2.0 regression: large overhead of `libsolv`'s `solver_unifyrules` when multichannels are used

mamba-org / mamba

The Fast Cross-Platform Package Manager

https://mamba.readthedocs.io

BSD 3-Clause "New" or "Revised" License

6.9k stars 355 forks source link

2.0 regression: large overhead of `libsolv`'s `solver_unifyrules` when multichannels are used #3393

Closed Hind-M closed 2 weeks ago

Hind-M commented 3 months ago

From @ndevenish in the QS lobby on gitter: " Is there any known issues with current micromamba about resource usage, possibly related to Centos/RHEL? I've had two separate people come to me this week with issues with: a) using micromamba in a container build dying because it filled their entire temp disk (when installing very few packages). b) being what looked like OOM killed after taking >60% of their memory. Both tasks which have worked before.

The out-of-disk-space instance was running: micromamba create -y -c conda-forge gnuplot python numpy pymca workflows>=1.7 xraylib zocalo and it took at least 4GB of scratch disk space (the smallest of possible locations that podman was using to do container working on their system).

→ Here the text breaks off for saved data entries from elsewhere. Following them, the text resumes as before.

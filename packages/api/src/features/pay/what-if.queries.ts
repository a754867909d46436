import type { WhatIfBody, WhatIfWeek } from '@driprail/shared/contracts/pay-plans.contract';
import { computePayWeek, monthOfWeek } from '@driprail/shared/domain/pay/compute-pay-week';
import { shareEarning } from '@driprail/shared/domain/pay/crew-shares';
import { OVERTIME_RULE_SETS } from '@driprail/shared/domain/pay/overtime-rule-sets';
import type { CarriedPay, PayWeekInput, PersonWeek } from '@driprail/shared/domain/pay/pay-week.types';
import { trialInput } from '@driprail/shared/domain/pay/what-if';
import type { Trial } from '@driprail/shared/domain/pay/what-if';
import { addDays, weekNumberOf } from '@driprail/shared/domain/time/zone';
import type { Transaction } from 'sequelize';
import type { PayWeek } from '../../db/models/index.ts';
import { inTransaction } from '../../db/sequelize.ts';
import { notFound, unprocessable } from '../../http/errors.ts';
import { carryOn } from './carried.queries.ts';
import { frozenInput } from './frozen.queries.ts';
import { payInputOf } from './pay-input.queries.ts';
import { listPlaces } from './places.service.ts';
import { weekAt } from './weeks.service.ts';

/**
 * Past weeks of one person worked out again under a trial, oldest first. Locked weeks come from their snapshots, open
 * ones from today's records; what a trial plan carries goes on from week to week. Nothing is written.
 * @throws 404 for an unknown place, 422 for an unknown rule set
 */
export function tryWeeks(body: WhatIfBody, now: Date): Promise<WhatIfWeek[]> {
  return inTransaction(async (tx) => {
    const trial = await trialOf(body, tx);
    const weeks: WhatIfWeek[] = [];
    let carried: CarriedPay[] = [];
    let before: string | null = null;
    for (let day = body.from; day <= body.to || weeks.length === 0; day = addDays(day, 7)) {
      const week = await weekAt(day, tx);
      if (week.startsAt > now) break;
      const input = frozenInput(week) ?? (await payInputOf(week, now, tx));
      if (before === null) carried = input.carried.filter((item) => item.personId === body.personId);
      else if (monthOfWeek(before) !== monthOfWeek(week.startsOn)) carried = [];
      before = week.startsOn;
      const [tried] = computePayWeek({ ...trialInput(input, body.personId, trial), carried }).people;
      const paid = computePayWeek(onlyOf(input, body.personId)).people[0];
      carried = carryOn(body.personId, week.startsOn, carried[0], tried);
      if (paid && tried) weeks.push(sideBySide(week, input, paid, tried));
    }
    return weeks;
  });
}

function onlyOf(input: PayWeekInput, personId: string): PayWeekInput {
  return { ...input, settledCommissions: [], people: input.people.filter((person) => person.id === personId) };
}

async function trialOf(body: WhatIfBody, tx: Transaction): Promise<Trial> {
  const { hourly, percent, plan, minimumWage, crewSplit, placeId, ruleSetKey } = body;
  const place = await placeOf(placeId, ruleSetKey, tx);
  return { hourly, percent, plan, minimumWage, crewSplit, place };
}

async function placeOf(placeId: string | null, key: string | null, tx: Transaction): Promise<Trial['place']> {
  if (placeId !== null) {
    const [place] = await listPlaces(placeId, tx);
    if (!place) throw notFound('That place');
    return { placeId, name: place.name, ruleSet: place.ruleSet, minimumWages: place.minimumWages };
  }
  if (key === null) return null;
  const ruleSet = OVERTIME_RULE_SETS.find((set) => set.key === key);
  if (!ruleSet) {
    const message = 'Choose one of the listed rule sets.';
    throw unprocessable('unknown_rules', message, { fields: { ruleSetKey: message } });
  }
  return { placeId: key, name: ruleSet.name, ruleSet, minimumWages: [] };
}

function sideBySide(week: PayWeek, input: PayWeekInput, paid: PersonWeek, tried: PersonWeek): WhatIfWeek {
  return {
    startsOn: week.startsOn,
    number: weekNumberOf(week.startsOn),
    isLocked: week.state === 'locked',
    hours: paid.hoursWorked,
    soldCents: soldOf(input, paid.personId),
    asPaidCents: wages(paid),
    whatIfCents: wages(tried),
    asPaidPremiumCents: paid.totals.overtimePremium + paid.totals.makeUp,
    whatIfPremiumCents: tried.totals.overtimePremium + tried.totals.makeUp,
  };
}

function wages({ totals }: PersonWeek): number {
  return totals.gross - totals.tips - totals.adjustments;
}

/** The person's share of what finished lines sold for, cents. */
function soldOf({ doneLines, rules }: PayWeekInput, personId: string): number {
  return doneLines.reduce((total, line) => {
    const shares = shareEarning(line.commissionableCents, line.crew, rules.crewSplit);
    return total + (shares.find((share) => share.personId === personId)?.cents ?? 0);
  }, 0);
}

The other instance didn't get past resolving (an admittedly rather large requirement) but was using >9GB of ram on a 16GB machine the last time I checked before it died. "

Hind-M commented 3 months ago

Used micromamba version: 2.0.0rc0

jjerphan commented 3 months ago

I cannot reproduce the errors which you report using conda-forge/label/micromamba_dev/linux-64/micromamba-2.0.0{rc0-1,rc1-2}.

On my machine, installing those packages take around 1.5GiB of memory storage in the $CONDA_PREFIX, while using less than 1GiB of RAM.

@ndevenish: Could you provide the difference of your instances' resource usage when using micromamba<2.0.0rc0 and micromamba>=2.0.0rc0?

ndevenish commented 1 month ago

When this ticket was made it was a while since I had seen it happen to people.

Now 2.0.0 is out I am seeing this happen on CI

ndevenish commented 1 month ago

On this environment file

ndevenish commented 1 month ago

This is exactly 700 GB btw

ndevenish commented 1 month ago

RHEL8, 16GB memory machine:

curl -JLO https://raw.githubusercontent.com/dials/dials/refs/heads/main/.conda-envs/linux.txt
curl -Ls https://micro.mamba.pm/api/micromamba/linux-64/latest | tar -xvj bin/micromamba
psrecord  --plot out.png "bin/micromamba create -yp ENV/ -c conda-forge --file linux.txt"

% bin/micromamba --version
2.0.0

ndevenish commented 1 month ago

Possibly because it seems to be in a package-cache-fetching loop? https://github.com/user-attachments/assets/cf71deec-db90-4735-93b1-b8e6365f2fe7

jjerphan commented 1 month ago

The repodata.json is reparsed for each package (since conda-forge:: is specified for everyone of them), causing major resource usage.

This is a regression of micromamba 2.0.0.

jjerphan commented 1 month ago

From bisecting, e874e7ea71ceefa1f52bdfd8deb6bf5bb3129316 from https://github.com/mamba-org/mamba/pull/2986 is the culprit.

ndevenish commented 1 month ago

Ah, excellent detective work. Removing the conda-forge:: prefix sounds like it should give us a way to solve the problem before a more widespread fix. From recollection, we started doing that in order to prevent pulling in from other places, but I think the only way that we generate installations now avoids that completely, so it shouldn't be needed any more.

jjerphan commented 1 month ago

Yes, we must only parse the subdirectory once.

jjerphan commented 3 weeks ago

jjerphan:mamba:fix/parsing-subdir is a WIP branch to resolve this issue, it is currently blocked by https://github.com/jbeder/yaml-cpp/issues/1322.

jjerphan commented 3 weeks ago

Actually, the channel duplication is not the only cause: most of the runtime after its correction is also due to a costly quick sort execution in libsolv's solver_unifyrules.

Using samply:

samply record $HOME/dev/mamba/build/micromamba/micromamba create -yp /tmp/5ENV/ -c conda-forge --file /tmp/linux.txt

With the conda-forge:: prefix:

with `conda-forge::`

Without the conda-forge:: prefix:

without `conda-forge::`

I guess this might be due to comparison function for package solvable when the resolution is run.

jjerphan commented 2 weeks ago

Bisecting indicates that the regression has been first introduced by e874e7ea71ceefa1f52bdfd8deb6bf5bb3129316, the merge commit of #2986.